Where Pith is reading between the lines
- This mechanism could explain why certain jailbreak techniques succeed across different safety domains by reactivating latent structures.
- Deeper alignment might require methods that modify representations directly rather than only routing around them.
- The preserved geometry suggests that monitoring internal features during deployment could detect potential reactivation before outputs appear.
- Similar compression effects might appear in non-political domains such as factual consistency or harm avoidance.
Load-bearing premise
The partisan direction and policy-encoding features identified via sparse autoencoder decomposition accurately represent and causally influence partisan generation in the model.
What would settle it
An experiment in which steering the same policy-encoding features in the Instruct model produces no partisan shift in output would falsify the claim that their inactivation is what prevents partisan generation.
Figures
read the original abstract
The ambition behind alignment training is to make large language models safe and useful. The primary mechanism, reinforcement learning from human feedback (RLHF), shapes the behavior of deployed language models by aligning them with ``human values.'' Yet the process is opaque. What values are being encoded; whose values are they; and how does RLHF encode them? A growing body of evidence suggests that RLHF produces only functional compliance rather than deep alignment. We offer a mechanistic case study of this phenomenon for partisan political orientation with a comparison of the internal representations of Llama 3.1 8B before and after RLHF. We show that RLHF does not remove the structured partisan direction in the base model. Instead, it compresses the variance of the partisan signal to generate consistently balanced and non-partisan output. Sparse autoencoder decomposition reveals that policy-encoding features, which activate sporadically in the base model, are completely inactive in the Instruct model. Feature-level steering experiments confirm the causal disconnect. RLHF thus encodes a norm of political neutrality, not by erasing the model's knowledge of partisanship, but by severing the causal pathway from partisan geometry to output generation. Importantly, this neutrality is functional, not structural so that the underlying geometry that enables partisan steering remains intact. The mechanisms that bypass RLHF's guardrails, such as inferring and amplifying a user's partisan identity, reactivate partisan generation. If RLHF operates by disconnecting rather than removing value-laden structure, then the same pattern may hold for other value domains, and the aligned model's behavior may be more fragile than its outputs suggest.
Editorial analysis
A structured set of objections, weighed in public.
Referee Report
Summary.
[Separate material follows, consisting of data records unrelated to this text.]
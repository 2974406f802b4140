import { GoodBasisError } from "../errors.js";
import { requireOptions, shown } from "../misuse.js";
import { bitLength } from "./integer.js";
import type { Terms } from "./terms.js";

/** How far an exact computation may grow before it stops with a typed error. */
export interface ExactBudget {
  /** Decimal digits of the longest whole number inside a coefficient; 20,000 unless stated. */
  readonly digits?: number | undefined;
  /** Different square roots inside one number, 1 among them; 256 unless stated. */
  readonly roots?: number | undefined;
  /**
   * Steps in one call: one for a product of machine integers, twenty for one of other exact numbers; 500 million unless
   * stated.
   */
  readonly steps?: number | undefined;
}

/** The budget of a caller who states none. */
const DEFAULT_BUDGET: Readonly<Required<{ [K in keyof ExactBudget]: number }>> = {
  digits: 20_000,
  roots: 256,
  steps: 500_000_000,
};

/** What a product of two exact numbers counts for; one with many roots or digits costs more, and is weighed apart. */
const STEPS_PER_PRODUCT = 20;

const DIGITS_PER_BIT = Math.log10(2);

/** Watches one computation; every count is deterministic, none is a time. */
export class Meter {
  readonly #where: string;
  readonly #bits: number;
  readonly #roots: number;
  readonly #steps: number;
  #spent = 0;

  /**
   * @param where - the function that computes, for messages
   * @throws GoodBasisError `option` - a limit that is not a positive number
   */
  constructor(where: string, budget: ExactBudget = {}) {
    requireOptions(where, budget, ["digits", "roots", "steps"]);
    this.#where = where;
    this.#bits = limit(where, "digits", budget) / DIGITS_PER_BIT;
    this.#roots = limit(where, "roots", budget);
    this.#steps = limit(where, "steps", budget);
  }

  /**
   * Counts products of machine integers.
   *
   * @throws GoodBasisError `budget`
   */
  spend(steps: number): void {
    this.#spent += steps;
    if (this.#spent > this.#steps) this.#stop("steps", `more than ${this.#steps} steps`, this.#steps);
  }

  /**
   * Counts products of exact numbers.
   *
   * @throws GoodBasisError `budget`
   */
  spendProducts(count: number): void {
    this.spend(STEPS_PER_PRODUCT * count);
  }

  /**
   * Looks at the size of a number; one whose numbers are all safe integers needs no look.
   *
   * @param terms - the number in its general form, undefined for a small one
   * @throws GoodBasisError `budget`
   */
  weigh(terms: Terms | undefined): void {
    if (terms === undefined) return;
    if (terms.roots.length > this.#roots) {
      this.#stop("roots", `a number with ${terms.roots.length} square roots`, this.#roots);
    }
    let bits = bitLength(terms.den);
    for (const list of [terms.re, terms.im]) for (const n of list) bits = Math.max(bits, bitLength(n));
    if (bits > this.#bits) {
      this.#stop("digits", `a coefficient of ${Math.ceil(bits * DIGITS_PER_BIT)} digits`, this.#bits * DIGITS_PER_BIT);
    }
  }

  #stop(kind: keyof ExactBudget, what: string, most: number): never {
    throw new GoodBasisError(
      "budget",
      `${this.#where}: ${what}, where the budget allows ${kind} up to ${Math.floor(most)}; raise budget.${kind}, ` +
        "split the space by more symmetries first, or use floating-point operators with rigorous bounds",
      { kind, most: Math.floor(most) },
    );
  }
}

function limit(where: string, kind: keyof ExactBudget, budget: ExactBudget): number {
  const value = budget[kind] ?? DEFAULT_BUDGET[kind];
  if (typeof value === "number" && value > 0) return value;
  throw new GoodBasisError("option", `${where}: budget.${kind} must be a positive number, got ${shown(value)}`, {
    kind,
    value,
  });
}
The paper claims that RLHF on Llama 3.1 8B compresses the variance of a partisan direction present in the base model rather than removing it, inactivates policy-encoding features found via sparse autoencoder decomposition, and severs causal pathways from that geometry to generation, producing functional but not structural neutrality that can be bypassed by prompts inferring user identity.
Significance. If the mechanistic findings hold after proper controls, the work would strengthen evidence that current alignment techniques achieve only shallow compliance, with implications for the fragility of RLHF guardrails across value domains and for mechanistic interpretability approaches using SAEs and steering.
major comments (2)
- [Abstract and §3] Abstract and §3 (comparison of base vs. Instruct): the central attribution of variance compression, feature inactivation, and severed causal pathways specifically to RLHF is undermined because the Instruct model is the result of SFT followed by RLHF (and other post-training); no SFT-only checkpoint ablation is reported, so differences cannot be isolated from supervised fine-tuning, optimization trajectory, or embedding shifts.
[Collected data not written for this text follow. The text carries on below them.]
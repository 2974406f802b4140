import { GoodBasisError } from "../errors.js";
import { isObject, requireArgument, shown } from "../misuse.js";
import type { Complex } from "../numerics/complex.js";
import { contentOf } from "./content.js";
import { roundRoot } from "./round.js";
import { Surd, type SurdInput } from "./surd.js";

/**
 * An exact vector over n kets, not normalised: its norm may be a nested root such as √(5 + √5), its squared norm never is.
 * Immutable; components that are not stored are zero.
 *
 * @example
 * ```ts
 * import { ExactVector } from "goodbasis";
 *
 * const singlet = ExactVector.from([0, 1, -1, 0]);
 * console.log(singlet.squaredNorm.text(), singlet.normalised()?.component(1).text()); // 2 1/sqrt(2)
 * ```
 */
export class ExactVector {
  /** The number of kets. */
  readonly n: number;
  /** Kets with a component that is not zero, ascending. */
  readonly index: Int32Array;
  /** Their components. */
  readonly values: readonly Surd[];
  #squaredNorm: Surd | undefined;

  private constructor(n: number, index: Int32Array, values: readonly Surd[]) {
    requireArgument(Array.isArray(values), "ExactVector", "what its makers give", n, "make one with ExactVector.from");
    this.n = n;
    this.index = index;
    this.values = values;
  }

  /**
   * The vector of the given components, one for each ket.
   *
   * @throws GoodBasisError what {@link Surd.from} throws
   */
  static from(components: readonly SurdInput[]): ExactVector {
    requireArgument(Array.isArray(components), "ExactVector.from", "a list of numbers", components, "one for each ket");
    return ExactVector.fromEntries(
      components.length,
      components.map((value, k) => [k, value]),
    );
  }

  /**
   * The vector of the given pairs of ket and component; duplicates are summed.
   *
   * @throws GoodBasisError `shape` - an index outside 0 … n − 1; what {@link Surd.from} throws
   */
  static fromEntries(n: number, entries: Iterable<readonly [index: number, value: SurdInput]>): ExactVector {
    requirePairs("ExactVector.fromEntries", n, entries);
    const sums = new Map<number, Surd>();
    for (const [k, value] of entries) {
      if (!Number.isInteger(k) || k < 0 || k >= n) {
        throw new GoodBasisError("shape", `ExactVector: component ${shown(k)} is outside 0 … ${n - 1}`, {
          index: k,
          n,
        });
      }
      const before = sums.get(k);
      const number = Surd.from(value);
      sums.set(k, before === undefined ? number : before.plus(number));
    }
    const index = [...sums.keys()].filter((k) => sums.get(k)?.isZero === false).sort((a, b) => a - b);
    return new ExactVector(
      n,
      Int32Array.from(index),
      index.map((k) => sums.get(k) as Surd),
    );
  }

  /**
   * The ket k alone.
   *
   * @throws GoodBasisError `shape`
   */
  static unit(n: number, k: number): ExactVector {
    return ExactVector.fromEntries(n, [[k, Surd.one]]);
  }

  /**
   * Σ_k c_k v_k.
   *
   * @param vectors - at least one
   * @param coefficients - one component for each vector
   * @throws GoodBasisError `shape`
   */
  static combination(vectors: readonly ExactVector[], coefficients: ExactVector): ExactVector {
    const vectorsOnly = Array.isArray(vectors) && [...vectors, coefficients].every((v) => v instanceof ExactVector);
    requireArgument(vectorsOnly, "ExactVector.combination", "ExactVectors", vectors, "make them with ExactVector.from");
    const [first] = vectors;
    if (first === undefined || coefficients.n !== vectors.length) {
      const message = `ExactVector.combination: ${vectors.length} vectors and ${coefficients.n} coefficients; give one for each`;
      throw new GoodBasisError("shape", message, { vectors: vectors.length, coefficients: coefficients.n });
    }
    return vectors.reduce((sum, vector, k) => sum.plus(vector, coefficients.component(k)), first.scale(0));
  }

  /** Component k; zero where none is stored. @throws GoodBasisError `option` - no number */
  component(k: number): Surd {
    requireArgument(typeof k === "number", "ExactVector.component", "the number of a ket", k, "counted from 0");
    let low = 0;
    let high = this.index.length;
    while (low < high) {
      const middle = (low + high) >> 1;
      if ((this.index[middle] as number) < k) low = middle + 1;
      else high = middle;
    }
    return this.index[low] === k ? (this.values[low] as Surd) : Surd.zero;
  }

  /** Whether every component is zero. */
  get isZero(): boolean {
    return this.values.length === 0;
  }

  /** ⟨v|v⟩, exact. */
  get squaredNorm(): Surd {
    this.#squaredNorm ??= this.values.reduce((sum, x) => sum.plus(x.squaredModulus()), Surd.zero);
    return this.#squaredNorm;
  }

  /**
   * ⟨v|w⟩, linear in w.
   *
   * @throws GoodBasisError `shape`
   */
  inner(other: ExactVector): Surd {
    this.#requireSame("inner", other);
    let sum = Surd.zero;
    let [j, k] = [0, 0];
    while (j < this.index.length && k < other.index.length) {
      const [a, b] = [this.index[j] as number, other.index[k] as number];
      if (a === b) sum = sum.plus((this.values[j] as Surd).conjugate().times(other.values[k] as Surd));
      if (a <= b) j++;
      if (b <= a) k++;
    }
    return sum;
  }

  /**
   * v + z w, z = 1 unless stated.
   *
   * @throws GoodBasisError `shape`
   */
  plus(other: ExactVector, factor: SurdInput = Surd.one): ExactVector {
    this.#requireSame("plus", other);
    const z = Surd.from(factor);
    if (z.isZero) return this;
    const index: number[] = [];
    const values: Surd[] = [];
    let [j, k] = [0, 0];
    while (j < this.index.length || k < other.index.length) {
      const a = this.index[j] ?? this.n;
      const b = other.index[k] ?? this.n;
      let value = a <= b ? (this.values[j++] as Surd) : Surd.zero;
      if (b <= a) value = value.plus((other.values[k++] as Surd).times(z));
      if (value.isZero) continue;
      index.push(Math.min(a, b));
      values.push(value);
    }
    return new ExactVector(this.n, Int32Array.from(index), values);
  }

  /**
   * v − w.
   *
   * @throws GoodBasisError `shape`
   */
  minus(other: ExactVector): ExactVector {
    return this.plus(other, -1);
  }

  /** z v. */
  scale(factor: SurdInput): ExactVector {
    const z = Surd.from(factor);
    if (z.isZero) return new ExactVector(this.n, new Int32Array(0), []);
    return new ExactVector(
      this.n,
      this.index,
      this.values.map((x) => x.times(z)),
    );
  }

  /** The same direction with whole coefficients that have no divisor in common; divided by a positive fraction alone. */
  primitive(): ExactVector {
    const content = contentOf(this.values);
    return content.equals(1) ? this : this.scale(content.inverse());
  }

  /** The vector of length one where the field holds it, that is, where the squared norm is rational; undefined elsewhere. */
  normalised(): ExactVector | undefined {
    const norm = Surd.sqrt(this.squaredNorm);
    return norm === undefined || norm.isZero ? undefined : this.scale(norm.inverse());
  }

  /**
   * The components of the vector of length one, as doubles: each part correctly rounded, also where the norm is a nested root.
   *
   * @throws GoodBasisError `option` - the vector is zero
   */
  toFloating(): Complex[] {
    if (this.isZero) throw new GoodBasisError("option", "ExactVector.toFloating: the zero vector has no direction");
    const out: Complex[] = Array.from({ length: this.n }, () => ({ re: 0, im: 0 }));
    const inverse = this.squaredNorm.inverse();
    for (const [k, x] of this.values.entries()) {
      const part = (y: Surd): number => y.sign() * roundRoot(y.times(y).times(inverse).terms) + 0;
      out[this.index[k] as number] = { re: part(x.re), im: part(x.im) };
    }
    return out;
  }

  /** Whether both are the same vector, scale included. */
  equals(other: ExactVector): boolean {
    return other instanceof ExactVector && this.n === other.n && this.minus(other).isZero;
  }

  #requireSame(where: string, other: ExactVector): void {
    const next = "make one with ExactVector.from";
    requireArgument(other instanceof ExactVector, `ExactVector.${where}`, "an ExactVector", other, next);
    if (this.n === other.n) return;
    const message = `ExactVector.${where}: vectors over ${this.n} and ${other.n} kets; both must have the same number`;
    throw new GoodBasisError("shape", message, { n: this.n, other: other.n });
  }
}

/** Refuses what is no number of kets with a list of pairs, before anything in it is looked at. */
function requirePairs(verb: string, n: unknown, entries: unknown): void {
  requireArgument(typeof n === "number" && n >= 0, verb, "a number of kets", n, "the length of the vector");
  const pairs = isObject(entries) && Symbol.iterator in entries;
  requireArgument(pairs, verb, "pairs [ket, number]", entries, "in any order");
  if (Array.isArray(entries))
    requireArgument(entries.every(Array.isArray), verb, "pairs [ket, number]", entries, "in any order");
}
- [§4] §4 (SAE decomposition and feature steering): the claim that policy-encoding features are 'completely inactive' in the Instruct model and that steering confirms a causal disconnect requires explicit verification that the selected features are causally sufficient for partisan output in the base model, including quantitative activation statistics, reconstruction error, and controls for confounding directions; without these, the feature-level story remains correlational.
minor comments (2)
- [§2] Clarify the exact Llama 3.1 8B checkpoints used (e.g., base vs. the precise Instruct variant) and any differences in tokenizer or embedding layers.
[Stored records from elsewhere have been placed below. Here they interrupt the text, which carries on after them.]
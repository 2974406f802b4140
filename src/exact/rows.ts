import { GoodBasisError } from "../errors.js";
import { shown } from "../misuse.js";
import { Entries } from "./entries.js";
import { Surd, type SurdInput } from "./surd.js";

/** Sparse rows of exact numbers; columns ascend strictly within a row and no stored entry is zero. */
export interface ExactRows {
  /** Row starts. */
  readonly ptr: Int32Array;
  /** Column of each entry. */
  readonly col: Int32Array;
  /** The entries, row by row. */
  readonly entries: Entries;
}

/** One entry of an exact matrix: row, column, value. */
export type ExactTriplet = readonly [row: number, col: number, value: SurdInput];

/**
 * Sparse rows of triplets in any order; duplicates are summed, zeros dropped.
 *
 * @param where - the function that asks, for messages
 * @throws GoodBasisError `shape` - an index outside the matrix; what {@link Surd.from} throws
 */
export function rowsOfTriplets(where: string, n: number, triplets: Iterable<ExactTriplet>): ExactRows {
  const rows = Array.from({ length: n }, () => new Map<number, Surd>());
  for (const [row, col, value] of triplets) {
    const target = rows[row];
    if (target === undefined || !Number.isInteger(col) || col < 0 || col >= n) {
      const message = `${where}: entry (${shown(row)}, ${shown(col)}) is outside 0 … ${n - 1}`;
      throw new GoodBasisError("shape", message, { row, col, n });
    }
    const before = target.get(col);
    const number = Surd.from(value);
    target.set(col, before === undefined ? number : before.plus(number));
  }
  return rowsOfMaps(rows);
}

function rowsOfMaps(rows: readonly ReadonlyMap<number, Surd>[]): ExactRows {
  const ptr = new Int32Array(rows.length + 1);
  const col: number[] = [];
  const values: Surd[] = [];
  for (const [row, entries] of rows.entries()) {
    for (const j of [...entries.keys()].sort((a, b) => a - b)) {
      const value = entries.get(j);
      if (value === undefined || value.isZero) continue;
      col.push(j);
      values.push(value);
    }
    ptr[row + 1] = col.length;
  }
  return { ptr, col: Int32Array.from(col), entries: Entries.ofSurds(values) };
}

/** A ± B of matrices of one size. */
export function sumRows(a: ExactRows, b: ExactRows, sign: 1 | -1): ExactRows {
  const n = a.ptr.length - 1;
  const [x, y] = [a.entries.surds, b.entries.surds];
  const ptr = new Int32Array(n + 1);
  const col: number[] = [];
  const values: Surd[] = [];
  for (let row = 0; row < n; row++) {
    let e = a.ptr[row] as number;
    let f = b.ptr[row] as number;
    const [eEnd, fEnd] = [a.ptr[row + 1] as number, b.ptr[row + 1] as number];
    while (e < eEnd || f < fEnd) {
      const c = e < eEnd ? (a.col[e] as number) : n;
      const d = f < fEnd ? (b.col[f] as number) : n;
      let value = c <= d ? (x[e++] as Surd) : Surd.zero;
      if (d <= c) {
        const other = y[f++] as Surd;
        value = sign === 1 ? value.plus(other) : value.minus(other);
      }
      if (value.isZero) continue;
      col.push(Math.min(c, d));
      values.push(value);
    }
    ptr[row + 1] = col.length;
  }
  return { ptr, col: Int32Array.from(col), entries: Entries.ofSurds(values) };
}

/** z A. */
export function scaleRows(a: ExactRows, z: Surd): ExactRows {
  if (z.isZero) return { ptr: new Int32Array(a.ptr.length), col: new Int32Array(0), entries: Entries.ofSurds([]) };
  return { ...a, entries: Entries.ofSurds(a.entries.surds.map((x) => x.times(z))) };
}

/** The transpose, or the adjoint. */
export function flipRows(a: ExactRows, conjugate: boolean): ExactRows {
  const n = a.ptr.length - 1;
  const ptr = new Int32Array(n + 1);
  for (const j of a.col) ptr[j + 1] = (ptr[j + 1] as number) + 1;
  for (let j = 0; j < n; j++) ptr[j + 1] = (ptr[j + 1] as number) + (ptr[j] as number);
  const next = ptr.slice();
  const col = new Int32Array(a.col.length);
  const order = new Int32Array(a.col.length);
  for (let row = 0; row < n; row++) {
    for (let e = a.ptr[row] as number; e < (a.ptr[row + 1] as number); e++) {
      const j = a.col[e] as number;
      const place = next[j] as number;
      next[j] = place + 1;
      col[place] = row;
      order[place] = e;
    }
  }
  return { ptr, col, entries: a.entries.gather(order, conjugate) };
}

/** A ⊗ B; the index of A is the slow one. */
export function kronRows(a: ExactRows, b: ExactRows): ExactRows {
  const [n, m] = [a.ptr.length - 1, b.ptr.length - 1];
  const [x, y] = [a.entries.surds, b.entries.surds];
  const ptr = new Int32Array(n * m + 1);
  const col = new Int32Array(x.length * y.length);
  const values: Surd[] = [];
  for (let row = 0; row < n; row++) {
    for (let inner = 0; inner < m; inner++) {
      for (let e = a.ptr[row] as number; e < (a.ptr[row + 1] as number); e++) {
        for (let f = b.ptr[inner] as number; f < (b.ptr[inner + 1] as number); f++) {
          col[values.length] = (a.col[e] as number) * m + (b.col[f] as number);
          values.push((x[e] as Surd).times(y[f] as Surd));
        }
      }
      ptr[row * m + inner + 1] = values.length;
    }
  }
  return { ptr, col, entries: Entries.ofSurds(values) };
}

/** The rows and columns of the chosen kets, in ascending order. */
export function principalRows(a: ExactRows, chosen: readonly number[]): ExactRows {
  const place = new Map(chosen.map((index, k) => [index, k]));
  const ptr = new Int32Array(chosen.length + 1);
  const col: number[] = [];
  const order: number[] = [];
  for (const [k, row] of chosen.entries()) {
    for (let e = a.ptr[row] as number; e < (a.ptr[row + 1] as number); e++) {
      const j = place.get(a.col[e] as number);
      if (j === undefined) continue;
      col.push(j);
      order.push(e);
    }
    ptr[k + 1] = col.length;
  }
  return { ptr, col: Int32Array.from(col), entries: a.entries.gather(order, false) };
}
- [§4] Add error bars, p-values, or effect sizes for the reported activation differences and steering results to allow assessment of statistical robustness.
Simulated Author's Rebuttal
We thank the referee for the detailed and constructive comments. These points help clarify the scope of our claims about RLHF and strengthen the evidential basis for the SAE findings. We respond to each major comment below, indicating planned revisions where appropriate.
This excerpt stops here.